This repository contains the source code for analysis for analysis of TEX, 5-CAP-PD and 3-PD experiments.
- Install required python packages:
pip install -r requirements.txt
- Get required metadata:
- In directory data run:
get_data.sh
- Alternatively download manually the following files to data directory:
- knownGene.hg19.txt.gz - http://hgdownload.cse.ucsc.edu/goldenpath/hg19/database/knownGene.txt.gz
- kgXreg.hg19.txt.gz - http://hgdownload.cse.ucsc.edu/goldenpath/hg19/database/kgXref.txt.gz
- In directory data run:
- hmm_frag_fit.py - Fits a 2-state Gaussian HMM to each transcript
- usage:
hmm_frag_fit.py [-norm_type CONTROL] [-non_discrete] EXP_NAME bigwig1 [bigwig2 ...]
- EXP_NAME: Name of experiment (input type)
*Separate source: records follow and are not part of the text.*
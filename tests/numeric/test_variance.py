import math

import numpy as np
import pytest
from scipy.stats import poisson
from steadfield.algorithms.numeric import variance
from steadfield.algorithms.numeric.errors import InputError


def scenarios(seed, shape, missing=0.2):
    generator = np.random.default_rng(seed)
    values = generator.gamma(2.0, 3.0, shape)
    values[generator.random(shape) < missing] = np.nan
    return values


def test_moments_added_one_by_one_agree_with_numpy_on_stored_values():
    values = scenarios(1, (40, 25))
    values[:, 3] = np.nan
    moments = variance.RunningMoments(25)
    for row in values:
        moments.add(row)
    present = np.delete(np.arange(25), 3)
    np.testing.assert_array_equal(moments.count, (~np.isnan(values)).sum(axis=0))
    np.testing.assert_allclose(
        moments.expected()[present], np.nanmean(values[:, present], axis=0), rtol=1e-12
    )
    np.testing.assert_allclose(
        moments.variance()[present], np.nanvar(values[:, present], axis=0), rtol=1e-12
    )
    assert np.isnan(moments.expected()[3]) and np.isnan(moments.variance()[3])


@pytest.mark.parametrize("offset", [0.0, 1e6])
def test_moments_of_batches_merge_to_those_of_the_whole(offset):
    values = scenarios(2, (60, 30)) + offset
    merged = variance.RunningMoments(30)
    for start, stop in [(0, 1), (1, 20), (20, 20), (20, 60)]:
        merged.merge(variance.RunningMoments.of(values[start:stop]))
    np.testing.assert_allclose(merged.expected(), np.nanmean(values, axis=0), rtol=1e-12)
    # An offset of 1e6 leaves ten digits of the deviations.
    np.testing.assert_allclose(
        merged.variance(), np.nanvar(values, axis=0), rtol=1e-12 if offset == 0 else 1e-8
    )


def test_quantiles_lie_within_a_bin_of_those_of_stored_values():
    values = scenarios(3, (400, 12), missing=0.1)
    edges = np.linspace(0, 60, 241)
    binned = variance.BinnedCounts(edges, 12)
    binned.add(values[:150])
    other = variance.BinnedCounts(edges, 12)
    for row in values[150:]:
        other.add(row)
    binned.merge(other)
    np.testing.assert_array_equal(binned.counts.sum(axis=1), (~np.isnan(values)).sum(axis=0))
    for share in (0.05, 0.5, 0.95):
        # Inverted distribution: the smallest stored value with at least this share at or below it.
        stored = [
            np.sort(column[~np.isnan(column)])[math.ceil(share * (~np.isnan(column)).sum()) - 1]
            for column in values.T
        ]
        assert (np.abs(binned.quantile(share) - stored) <= 0.25 + 1e-12).all()


def test_quantiles_stay_inside_the_edges_and_are_missing_without_values():
    binned = variance.BinnedCounts([0.0, 1.0, 2.0], 3)
    binned.add([[-5.0, 1.5, np.nan], [9.0, 1.5, np.nan]])
    np.testing.assert_allclose(binned.quantile(0.0), [0.0, 1.0, np.nan])
    np.testing.assert_allclose(binned.quantile(1.0), [2.0, 2.0, np.nan])
    np.testing.assert_allclose(binned.quantile(0.5), [1.0, 1.5, np.nan])
    with pytest.raises(InputError, match="same"):
        binned.merge(variance.BinnedCounts([0.0, 2.0], 3))
    with pytest.raises(InputError, match="increase"):
        variance.BinnedCounts([0.0, 0.0], 3)


def stored_law(values_by_scale):
    """Mean, scale, zoning and total variance of one place from stored values, written out."""
    weight = {
        s: np.mean(~np.isnan(values))
        for s, values in enumerate(values_by_scale)
        if not np.isnan(values).all()
    }
    whole = sum(weight.values())
    listed = [
        (weight[s] / whole / np.sum(~np.isnan(values_by_scale[s])), value)
        for s in weight
        for value in values_by_scale[s][~np.isnan(values_by_scale[s])]
    ]
    mean = sum(w * v for w, v in listed)
    total = sum(w * (v - mean) ** 2 for w, v in listed)
    scale = sum(w / whole * (np.nanmean(values_by_scale[s]) - mean) ** 2 for s, w in weight.items())
    zoning = sum(w / whole * np.nanvar(values_by_scale[s]) for s, w in weight.items())
    return mean, scale, zoning, total


@pytest.mark.parametrize("missing", [0.0, 0.3])
def test_scale_and_zoning_variance_add_to_the_variance_of_all_scenarios(missing):
    replicates = (30, 50, 12)
    values = [scenarios(10 + s, (n, 20), missing) for s, n in enumerate(replicates)]
    values[1][:, 4] = np.nan
    values[0][1:, 5] = np.nan
    parts = variance.decompose([variance.RunningMoments.of(v) for v in values], replicates)
    for place in range(20):
        mean, scale, zoning, total = stored_law([v[:, place] for v in values])
        assert parts.mean[place] == pytest.approx(mean, rel=1e-12)
        assert parts.scale[place] == pytest.approx(scale, rel=1e-11)
        assert parts.zoning[place] == pytest.approx(zoning, rel=1e-12)
        assert parts.scale[place] + parts.zoning[place] == pytest.approx(total, rel=1e-12)
        assert parts.total[place] == parts.scale[place] + parts.zoning[place]


def test_scales_weigh_the_same_whatever_their_replicates_when_nothing_is_missing():
    weights = variance.scale_weights([[10, 5], [40, 0], [8, 8]], [10, 40, 8])
    np.testing.assert_allclose(weights, [[1 / 3, 0.5 / 1.5], [1 / 3, 0], [1 / 3, 1 / 1.5]])


def test_a_place_without_any_value_has_no_variance_and_no_verdict():
    values = np.full((5, 1), np.nan)
    parts = variance.decompose([variance.RunningMoments.of(values)], [5])
    assert np.isnan([parts.mean[0], parts.scale[0], parts.zoning[0], parts.total[0]]).all()
    tally = variance.ThresholdTally(1)
    tally.add_many(values, values)
    p_above, evidence = variance.share_above([tally], [5])
    assert np.isnan(variance.verdict(p_above, evidence)).all()


@pytest.mark.parametrize(("kind", "rate"), [("share", 0.08), ("share", 0.6), ("rate", 0.3)])
def test_counting_variance_matches_the_spread_of_resampled_zones(kind, rate):
    generator = np.random.default_rng(21)
    total = np.array([60, 250, 1500])
    draw = (
        generator.binomial if kind == "share" else lambda n, p, size: generator.poisson(n * p, size)
    )
    resampled = draw(total, rate, size=(20_000, 3)) / total
    expected = variance.counting_variance(resampled, total, kind).mean(axis=0)
    np.testing.assert_allclose(expected, resampled.var(axis=0), rtol=0.05)


def test_counts_above_the_total_leave_a_share_without_negative_noise():
    assert variance.counting_variance([1.5], [10.0], "share")[0] == 0
    with pytest.raises(InputError, match="percent"):
        variance.counting_variance([0.5], [10.0], "percent")


def test_equal_to_the_threshold_counts_as_half_above():
    threshold = 0.1 + 0.2
    np.testing.assert_array_equal(
        variance.exceeds([0.3, 0.31, 0.29, np.nan], threshold), [0.5, 1, 0, np.nan]
    )


def test_standardised_excess_has_unit_variance_where_the_true_value_is_the_threshold():
    # Variance stabilisation (Anscombe 1948): mean 0 and variance 1 up to terms in 1/expected count.
    generator = np.random.default_rng(4)
    total = np.array([400.0, 3000.0])
    share = generator.binomial(total.astype(int), 0.2, (20_000, 2)) / total
    rate = generator.poisson(total * 0.2, (20_000, 2)) / total
    for value, kind in ((share, "share"), (rate, "rate")):
        excess = variance.standardised_excess(value, total, 0.2, kind)
        np.testing.assert_allclose(excess.mean(axis=0), 0, atol=0.06)
        np.testing.assert_allclose(excess.std(axis=0), 1, rtol=0.03)


@pytest.mark.parametrize("expected", [0.1, 0.5, 2.0, 6.0])
def test_standardised_excess_of_small_counts_passes_the_limit_no_oftener_than_the_normal(expected):
    # Exact Poisson probabilities; 2.5 % is the normal law's share beyond 1.96. A count is a step,
    # so the share may pass it a little; a plain (v - t) / sd passes it up to four times as often.
    count = np.arange(200)
    probability = poisson.pmf(count, expected)
    excess = variance.standardised_excess(count / 50.0, np.full(200, 50.0), expected / 50, "rate")
    assert probability[excess >= 1.96].sum() < 0.03
    assert abs(probability @ excess) < 0.16
    assert probability @ excess**2 < 1.1


def test_tallies_merge_and_weigh_scales_like_the_moments():
    values = [scenarios(31, (30, 6)), scenarios(32, (10, 6))]
    replicates = [30, 10]
    tallies = []
    for scale in values:
        above = variance.exceeds(scale, 5.0)
        one, other = variance.ThresholdTally(6), variance.ThresholdTally(6)
        one.add(above[0], scale[0])
        other.add_many(above[1:], scale[1:])
        one.merge(other)
        tallies.append(one)
    p_above, evidence = variance.share_above(tallies, replicates)
    weights = variance.scale_weights([t.count for t in tallies], replicates)
    expected = sum(
        w * np.nanmean(np.where(np.isnan(v), np.nan, v > 5.0), axis=0)
        for w, v in zip(weights, values)
    )
    np.testing.assert_allclose(p_above, expected, rtol=1e-12)
    parts = variance.decompose([variance.RunningMoments.of(v) for v in values], replicates)
    np.testing.assert_allclose(evidence, parts.mean, rtol=1e-12)


def test_verdict_asks_for_one_side_under_nearly_every_cut_and_for_more_than_chance():
    p_above = np.array([1.0, 0.95, 0.94, 1.0, 0.0, 0.05, 0.06, 0.0, np.nan, 19 / 20])
    evidence = np.array([3.0, 1.96, 9.0, 1.5, -3.0, -2.0, -9.0, -1.0, np.nan, 4.0])
    np.testing.assert_array_equal(
        variance.verdict(p_above, evidence), [1, 1, 0, 0, -1, -1, 0, 0, np.nan, 1]
    )


def test_a_place_that_most_scenarios_leave_without_a_value_is_not_settled():
    tallies = [variance.ThresholdTally(3), variance.ThresholdTally(3)]
    for scale, counts in enumerate([(10, 0, 0), (20, 20, 12)]):
        tallies[scale].count = np.array(counts)
        tallies[scale].above = np.array(counts, float)
        tallies[scale].evidence = np.array(counts) * 5.0
    covered = variance.coverage(tallies, [10, 20])
    np.testing.assert_allclose(covered, [1.0, 0.5, 0.3])
    p_above, evidence = variance.share_above(tallies, [10, 20])
    np.testing.assert_array_equal(p_above, [1, 1, 1])
    np.testing.assert_array_equal(variance.verdict(p_above, evidence, covered), [1, 1, 0])
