def values_on_units(made, labels):
    """Value of the zone of every unit, one zoning and zone at a time."""
    values = np.full(labels.shape, np.nan)
    for row, zoning in enumerate(labels):
        for zone in np.unique(zoning):
            inside = zoning == zone
            total = made.totals[inside].sum()
            if total > 0:
                values[row, inside] = made.counts[inside].sum() / total
    return values


@pytest.mark.parametrize("builder", ["grown", "tree-cut", "balanced"])
def test_running_sums_equal_those_of_stored_values(builder):
    made = a_problem(budget=0.3)
    plan = recipes(made, builder, [4, 9], np.random.default_rng(2), tolerance=0.6)
    run = simulate(made, plan, 150, 7)
    values = [values_on_units(made, labels) for labels in stored_zonings(made, plan, 150, 7)]
    split = run.decomposition()
    both = np.stack(values)  # scales, replicates, units
    scale = np.nanmean(both, axis=1).var(axis=0)
    zoning = np.nanvar(both, axis=1).mean(axis=0)
    whole = ~np.isnan(both).any(axis=(0, 1))
    assert whole.sum() > 35
    np.testing.assert_allclose(split.mean[whole], both.mean(axis=(0, 1))[whole], rtol=1e-12)
    np.testing.assert_allclose(split.scale[whole], scale[whole], rtol=1e-9, atol=1e-18)
    np.testing.assert_allclose(split.zoning[whole], zoning[whole], rtol=1e-9, atol=1e-18)
    np.testing.assert_allclose(
        split.total[whole], both.reshape(-1, made.graph.units).var(axis=0)[whole], rtol=1e-12
    )
    p_above, _ = run.above()
    flat = both.reshape(-1, made.graph.units)
    np.testing.assert_allclose(
        p_above[whole], (flat > made.threshold).mean(axis=0)[whole], atol=1e-12
    )
    width = np.diff(run.value_bins.edges).max()
    for share in (0.05, 0.5, 0.95):
        # the exact quantile is a step; a binned one may lie a bin to either side of it
        low = np.nanquantile(flat, share, axis=0, method="lower")
        high = np.nanquantile(flat, share, axis=0, method="higher")
        found = run.quantiles(share)
        assert (found[whole] >= low[whole] - width).all()
        assert (found[whole] <= high[whole] + width).all()


@settings(max_examples=25, deadline=None, derandomize=True)
@given(st.integers(0, 10_000), st.integers(1, 12))
def test_totals_are_preserved_and_zone_values_lie_between_those_of_their_units(seed, zones):
    made = a_problem(5, 5, seed)
    labels = build(
        made.graph,
        made.totals,
        recipes(made, "grown", [zones], np.random.default_rng(0))[0],
        6,
        np.random.default_rng(seed),
    )
    block = describe(made, labels)
    np.testing.assert_allclose(block.counts.sum(axis=1), made.counts.sum())
    np.testing.assert_allclose(block.totals.sum(axis=1), made.totals.sum())
    # overall value invariant: the total-weighted mean of the zone values
    weighted = np.nansum(block.values * block.totals, axis=1) / block.totals.sum(axis=1)
    np.testing.assert_allclose(weighted, made.overall)
    own = made.counts[made.totals > 0] / made.totals[made.totals > 0]
    assert np.nanmax(block.values) <= own.max() + 1e-12
    assert np.nanmin(block.values) >= own.min() - 1e-12


def test_nested_merging_never_raises_the_largest_zone_value():
    made = a_problem(6, 6, 5)
    plan = recipes(made, "grown", [12], np.random.default_rng(0))
    labels = build(made.graph, made.totals, plan[0], 40, np.random.default_rng(3))
    largest = np.nanmax(describe(made, labels).values, axis=1)
    for count in range(11, 0, -1):
        labels = np.minimum(labels, count - 1)  # the last zone joins another
        merged = np.nanmax(describe(made, labels).values, axis=1)
        assert (merged <= largest + 1e-12).all()
        largest = merged


def test_zone_sums_and_neighbours_match_a_count_one_by_one():
    made = a_problem(4, 5)
    labels = np.random.default_rng(4).integers(0, 4, (5, 20))
    sums = zone_sums(labels, 4, made.totals)
    zoning, first, second = neighbouring_zones(made.graph, labels, 4)
    pairs = set(zip(zoning.tolist(), first.tolist(), second.tolist()))
    expected = set()
    for row in range(5):
        for zone in range(4):
            assert sums[row, zone] == made.totals[labels[row] == zone].sum()
        for a, b in made.graph.pairs:
            one, other = sorted((labels[row, a], labels[row, b]))
            if one != other:
                expected.add((row, one, other))
    assert pairs == expected


def test_many_zones_and_few_give_the_same_neighbours(monkeypatch):
    made = a_problem(5, 5)
    labels = np.random.default_rng(4).integers(0, 6, (7, 25))
    dense = np.array(neighbouring_zones(made.graph, labels, 6))
    monkeypatch.setattr("steadfield.algorithms.numeric.scenarios.FLAGGED_ADJACENCY", 0)
    sorted_out = np.array(neighbouring_zones(made.graph, labels, 6))
    assert np.array_equal(dense, sorted_out)


def test_ranks_match_a_sort_one_by_one():
    values = np.array([[0.2, 0.5, 0.2, np.nan]])
    labels = np.array([[0, 0, 1, 2, 3, 1, 2]])
    ranks = zone_ranks(values, labels)[0]
    # six units have a value: two at 0.5 share ranks 1 to 2, four at 0.2 share 3 to 6
    np.testing.assert_allclose(ranks[:3], [4 / 6, 1 / 6, 4 / 6])
    assert np.isnan(ranks[3])


def test_statistics_row_equals_the_functions_on_one_zoning():
    made = a_problem(budget=0.25)
    labels = build(
        made.graph,
        made.totals,
        recipes(made, "grown", [7], np.random.default_rng(0))[0],
        9,
        np.random.default_rng(8),
    )
    rows = describe(made, labels).statistics
    names = made.statistic_names()
    for row, zoning in zip(rows, labels):
        values = values_on_units(made, zoning[None])[0]
        assert row[names.index("largest")] == pytest.approx(np.nanmax(values))
        assert row[names.index("smallest")] == pytest.approx(np.nanmin(values))
        by_zone = np.array([values[zoning == z][0] for z in range(7)])
        _, first, second = neighbouring_zones(made.graph, zoning[None], 7)
        assert row[names.index("morans_i")] == pytest.approx(morans_i(by_zone, first, second))
        sums = [
            np.bincount(zoning, column, minlength=7)
            for column in (made.half, made.counts, made.totals)
        ]
        assert row[names.index("events_reached")] == pytest.approx(
            allocation.held_out_events(*sums, 0.25)
        )


@pytest.mark.parametrize("statistic", ["largest", "morans_i"])
def test_extremes_are_the_zonings_with_the_extreme_values(statistic):
    made = a_problem()
    plan = recipes(made, "grown", [4, 8], np.random.default_rng(2))
    run = simulate(made, plan, 200, 5, statistic=statistic)
    column = made.statistic_names().index(statistic)
    every = np.concatenate([scale.statistics[:, column] for scale in run.scales])
    for extreme, value in ((run.largest, np.nanmax(every)), (run.smallest, np.nanmin(every))):
        assert extreme.value == value
        row = describe(made, extreme.labels[None]).statistics[0]
        assert row[column] == pytest.approx(value)
        assert extreme.labels.max() + 1 == extreme.zone_count


def test_an_official_zoning_is_placed_among_those_with_as_many_zones():
    made = a_problem(budget=0.2)
    generator = np.random.default_rng(2)
    plan = recipes(made, "grown", [4], generator)
    reference = recipes(made, "grown", [6], generator)[0]
    official = np.arange(42) // 7
    run = simulate(made, plan, 300, 5, official=official, reference=reference)
    assert run.reference.recipe.zone_count == run.official.zone_count == 6
    row = describe(made, official[None]).statistics[0]
    np.testing.assert_allclose(run.official.statistics, row)
    for column, place in enumerate(run.official.places):
        simulated = run.reference.statistics[:, column]
        expected = np.mean(simulated < row[column]) + np.mean(simulated == row[column]) / 2
        assert place == pytest.approx(expected)
    # the reference counts for nothing else
    without = simulate(made, plan, 300, 5)
    assert np.array_equal(run.value_bins.counts, without.value_bins.counts)
    assert run.largest.value == without.largest.value


def test_a_simulated_zoning_taken_for_official_falls_anywhere():
    # places of zonings drawn from the same law are uniform: mean 1/2, variance 1/12
    made = a_problem()
    plan = recipes(made, "grown", [6], np.random.default_rng(2))
    run = simulate(made, plan, 400, 5)
    more = build(made.graph, made.totals, plan[0], 300, np.random.default_rng(99))
    column = made.statistic_names().index("variation")
    places = [place_official(made, labels, run.scales).places[column] for labels in more]
    assert abs(np.mean(places) - 0.5) < 4 * np.sqrt(1 / 12 / 300 + 1 / 12 / 400)


def test_allocation_figures_match_a_recount_by_brute_force():
    made = a_problem(budget=0.2)
    plan = recipes(made, "grown", [6], np.random.default_rng(2))
    official = np.arange(42) // 7
    run = simulate(made, plan, 60, 5, official=official)
    labels = stored_zonings(made, plan, 60, 5)[0]

    def recount(values, weights):
        """Events among the places of highest value that a fifth of the people covers."""
        left, reached = 0.2 * made.totals.sum(), 0.0
        for value in sorted(set(values[~np.isnan(values)]), reverse=True):
            group = values == value
            people = made.totals[group].sum()
            share = min(1.0, left / people) if people else 1.0
            reached += share * weights[group].sum()
            left -= share * people
            if left <= 0:
                break
        return reached

    def zone_rates(zoning, events):
        rates = np.full(42, np.nan)
        for zone in set(zoning.tolist()):
            inside = zoning == zone
            if made.totals[inside].sum() > 0:
                rates[inside] = events[inside].sum() / made.totals[inside].sum()
        return rates

    half, other = made.half, made.counts - made.half
    rates = [(zone_rates(zoning, half), zone_rates(zoning, other)) for zoning in labels]
    reached = [recount(a, other) + recount(b, half) for a, b in rates]
    np.testing.assert_allclose(run.allocation.scenarios, reached)
    with np.errstate(all="ignore"):
        means = [np.nanmean([pair[side] for pair in rates], axis=0) for side in (0, 1)]
    averaged = recount(np.round(means[0], 12), other) + recount(np.round(means[1], 12), half)
    assert run.allocation.averaged == pytest.approx(averaged)
    by_official = recount(zone_rates(official, half), other)
    by_official += recount(zone_rates(official, other), half)
    assert run.allocation.official == pytest.approx(by_official)


def town(generator, side=12):
    """A town with a smooth risk surface: hot spots of random place, height and width."""
    y, x = np.divmod(np.arange(side * side), side)
    risk = np.full(side * side, 0.03)
    for _ in range(3):
        centre = generator.uniform(0, side, 2)
        width = generator.uniform(1.0, 2.5)
        bump = np.exp(-((x - centre[0]) ** 2 + (y - centre[1]) ** 2) / (2 * width**2))
        risk += generator.uniform(0.05, 0.15) * bump
    totals = generator.integers(40, 120, side * side)
    return totals, generator.binomial(totals, risk)


def test_the_average_over_zonings_reaches_more_than_the_median_single_zoning():
    # the finding of Tuson et al. (2020), Int. J. Health Geogr. 19:42, on simulated towns
    generator = np.random.default_rng(20)
    gains = []
    for seed in range(12):
        totals, counts = town(generator)
        made = problem(board(12, 12), counts, totals, budget=0.15, generator=generator)
        plan = recipes(made, "grown", [16, 30], generator)
        found = simulate(made, plan, 150, seed).allocation
        gains.append(found.averaged - found.median)
        assert found.averaged <= found.best
    assert np.mean(gains) > 0
    assert np.mean(np.array(gains) >= 0) >= 0.9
- bigwigs: bigwig files of RNA-seq (both treated and control) as input
- -norm_type NORM_TYPE: Substring appears in the control files
- -non_discrete: Whether to use continuous HMM or discrete
- Usage example:
python hmm_frag_fit.py U2OS_5prime_fit_hmm -non_discrete -norm_type Total data/*_TEX.bigwig data/*_Total.bigwig
- usage:
- comapre_3seq.py - For comparing HMM points to peaks in 3'-seq
- cds_vs_tUTR.py - Compare CDS and 3UTR
- hmm_frag_multichannel.py - Similar to hmm_frag_fit.py but works on a multichannel
- create_illustration - illustrate the output based on the HMM output and the read data (bigwigs)
- scripts for generating debug tracks:
- zscore_track.py
- regression_fit_track.py
- Malka, Y., Steiman-Shimony, A., Rosenthal, E., Argaman, L., Cohen-Daniel, L., Arbib, E., Margalit, H., Kaplan, T. & Berger, M. (2017). Post-transcriptional 3´-UTR cleavage of mRNA transcripts generates thousands of stable uncapped autonomous RNA fragments. Nature communications, 8(1), 2029.
- GSE84068 - The samples contain the original bigwig files used by the above paper.